- Opening Delimiter -
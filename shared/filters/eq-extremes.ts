import { presentDb, presentHz } from '../present';
import { logFrequencyGrid } from '../dsp/grid';
import { EXTREMES_EQUAL_DB, sosMagnitudeExtremes, unitCircle, type UnitCircle } from '../dsp/response';
import { designBiquads, type FilterSpec } from './biquad-design';

/** Grid density for finding the largest boost and cut: 1/48 octave, plus every filter's own frequency. */
const POINTS_PER_OCTAVE = 48;
const LOWEST_HZ = 10;

export interface EqExtremes {
  /** Largest gain of the summed response, dB (0 when it never rises above 0 dB), and where. */
  maxBoostDb: number;
  maxBoostHz: number | null;
  /** Largest attenuation of the summed response as a positive number, dB, and where. */
  maxCutDb: number;
  maxCutHz: number | null;
}

/**
 * The 1/48-octave grid from 10 Hz to just below Nyquist and its points on the unit circle, worked out once
 * per sample rate: it depends on nothing else, and building it (≈540 points, four sines and cosines each)
 * cost more than evaluating a few filters on it. Bounded: a caller cycling through many sample rates
 * starts the cache afresh.
 */
const GRIDS = new Map<number, UnitCircle>();
const MAX_CACHED_GRIDS = 16;

function extremesGrid(sampleRateHz: number): UnitCircle {
  let grid = GRIDS.get(sampleRateHz);
  if (grid === undefined) {
    if (GRIDS.size >= MAX_CACHED_GRIDS) GRIDS.clear();
    const nyquist = sampleRateHz / 2;
    grid = unitCircle(logFrequencyGrid(LOWEST_HZ, nyquist * 0.999, POINTS_PER_OCTAVE), sampleRateHz);
    GRIDS.set(sampleRateHz, grid);
  }
  return grid;
}

/**
 * The largest boost and the largest cut of an EQ as designed: the magnitude of the cascade of all its
 * filters (a resonant high-pass boosts too; a notch next to a peak lowers it), evaluated on a 1/48-octave grid from 10 Hz to Nyquist and at each filter's own frequency. Bands
 * that overlap add up: a +9 dB low shelf and a +12 dB peak together boost more than either.
 * Accuracy: the grid can miss the top of a peak that is narrower than 1/48 octave between two points
 * only when it is not at a filter's frequency; the summed maximum of overlapping bands lies between them.
 * Of extremes equal within rounding (a plateau: a shelf's flat side) the lowest frequency is named; a
 * boost or cut an answer would show as 0 dB counts as none. The grid is shared per sample rate and only the
 * extremes are turned into dB (sosMagnitudeExtremes), so this costs a few microseconds per filter.
 */
export function eqExtremes(filters: readonly FilterSpec[], sampleRateHz: number): EqExtremes {
  if (filters.length === 0) return { maxBoostDb: 0, maxBoostHz: null, maxCutDb: 0, maxCutHz: null };
  const nyquist = sampleRateHz / 2;
  const sections = designBiquads([...filters], sampleRateHz);
  const grid = extremesGrid(sampleRateHz);
  const own = filters
    .map((f) => f.frequencyHz)
    .filter((f) => f < nyquist)
    .sort((a, b) => a - b);
  const onGrid = sosMagnitudeExtremes(sections, grid);
  const atOwn = sosMagnitudeExtremes(sections, unitCircle(own, sampleRateHz));
  // The grid is never empty; a filter's own frequency wins when higher, or equal and lower in frequency.
  const ownFirst = (ownDb: number, gridDb: number, ownHz: number, gridHz: number, sign: 1 | -1) =>
    sign * (ownDb - gridDb) > EXTREMES_EQUAL_DB ||
    (Math.abs(ownDb - gridDb) <= EXTREMES_EQUAL_DB && ownHz < gridHz);
  const gridHz = grid.frequenciesHz;
  const [maxDb, maxHz] =
    atOwn.maxIndex >= 0 &&
    ownFirst(atOwn.maxDb, onGrid.maxDb, own[atOwn.maxIndex], gridHz[onGrid.maxIndex], 1)
      ? [atOwn.maxDb, own[atOwn.maxIndex]]
      : [onGrid.maxDb, gridHz[onGrid.maxIndex]];
  const [minDb, minHz] =
    atOwn.minIndex >= 0 &&
    ownFirst(atOwn.minDb, onGrid.minDb, own[atOwn.minIndex], gridHz[onGrid.minIndex], -1)
      ? [atOwn.minDb, own[atOwn.minIndex]]
      : [onGrid.minDb, gridHz[onGrid.minIndex]];
  // What an answer would show as 0 dB (an all-pass, whose 0 dB the arithmetic rounds to ±1e-11) is
  // neither a boost nor a cut: it would otherwise be named "a boost of +0 dB".
  const boosts = presentDb(maxDb) > 0;
  const cuts = presentDb(minDb) < 0;
  return {
    maxBoostDb: boosts ? maxDb : 0,
    maxBoostHz: boosts ? maxHz : null,
    maxCutDb: cuts ? -minDb : 0,
    maxCutHz: cuts ? minHz : null,
  };
}

/** One output whose boosts a caution names: its EQ (as designed) and, for stored tunings, its trim. */
export interface BoostSource {
  /** The channel's label; absent for a lone EQ (`POST /v1/biquads`, `POST /v1/eq/fit`). */
  channel?: string;
  filters: readonly FilterSpec[];
  trimDb?: number;
}

/**
 * The one boost caution of every answer (biquads, EQ fits, plans, tunings, exports), or null when
 * nothing boosts: per output the largest boost of its EQ bands together as designed (eqExtremes) and
 * where, not the gain of the largest single band (a +9 dB shelf at 30 Hz under a +12 dB peak at 40 Hz
 * boosts 14.35 dB at 39.7 Hz), and a positive trim. `forExport`: the settings are about to reach a
 * processor.
 */
export function eqBoostCaution(
  sources: readonly BoostSource[],
  sampleRateHz: number,
  forExport = false,
): { code: 'eqBoost'; message: string } | null {
  const parts = sources.flatMap((source) => {
    const { maxBoostDb, maxBoostHz } = eqExtremes(source.filters, sampleRateHz);
    const figures = [
      ...(maxBoostDb > 0 && maxBoostHz !== null
        ? [`EQ +${presentDb(maxBoostDb)} dB at ${presentHz(maxBoostHz)} Hz`]
        : []),
      ...(source.trimDb !== undefined && source.trimDb > 0 ? [`trim +${presentDb(source.trimDb)} dB`] : []),
    ];
    if (figures.length === 0) return [];
    return [source.channel === undefined ? figures.join(', ') : `${source.channel} (${figures.join(', ')})`];
  });
  if (parts.length === 0) return null;
  return {
    code: 'eqBoost',
    message:
      (forExport ? 'Loading these settings puts boosts into the processor: ' : 'Boosts: ') +
      `${parts.join('; ')} (EQ figures are the bands together, as designed). ` +
      'Boosts, especially at low frequencies, can overdrive amplifiers and drivers: check headroom, prefer cuts, and raise the level with the system turned down.',
  };
}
- Closing Delimiter -
Task to complete
From the records above, print only the lines between the one holding "lies between them." and the one holding "sosMagnitudeExtremes(sections, unitCircle(own, sampleRateHz));", inclusive, exactly as they stand.

Task answer
 * only when it is not at a filter's frequency; the summed maximum of overlapping bands lies between them.
 * Of extremes equal within rounding (a plateau: a shelf's flat side) the lowest frequency is named; a
 * boost or cut an answer would show as 0 dB counts as none. The grid is shared per sample rate and only the
 * extremes are turned into dB (sosMagnitudeExtremes), so this costs a few microseconds per filter.
 */
export function eqExtremes(filters: readonly FilterSpec[], sampleRateHz: number): EqExtremes {
  if (filters.length === 0) return { maxBoostDb: 0, maxBoostHz: null, maxCutDb: 0, maxCutHz: null };
  const nyquist = sampleRateHz / 2;
  const sections = designBiquads([...filters], sampleRateHz);
  const grid = extremesGrid(sampleRateHz);
  const own = filters
    .map((f) => f.frequencyHz)
    .filter((f) => f < nyquist)
    .sort((a, b) => a - b);
  const onGrid = sosMagnitudeExtremes(sections, grid);
  const atOwn = sosMagnitudeExtremes(sections, unitCircle(own, sampleRateHz));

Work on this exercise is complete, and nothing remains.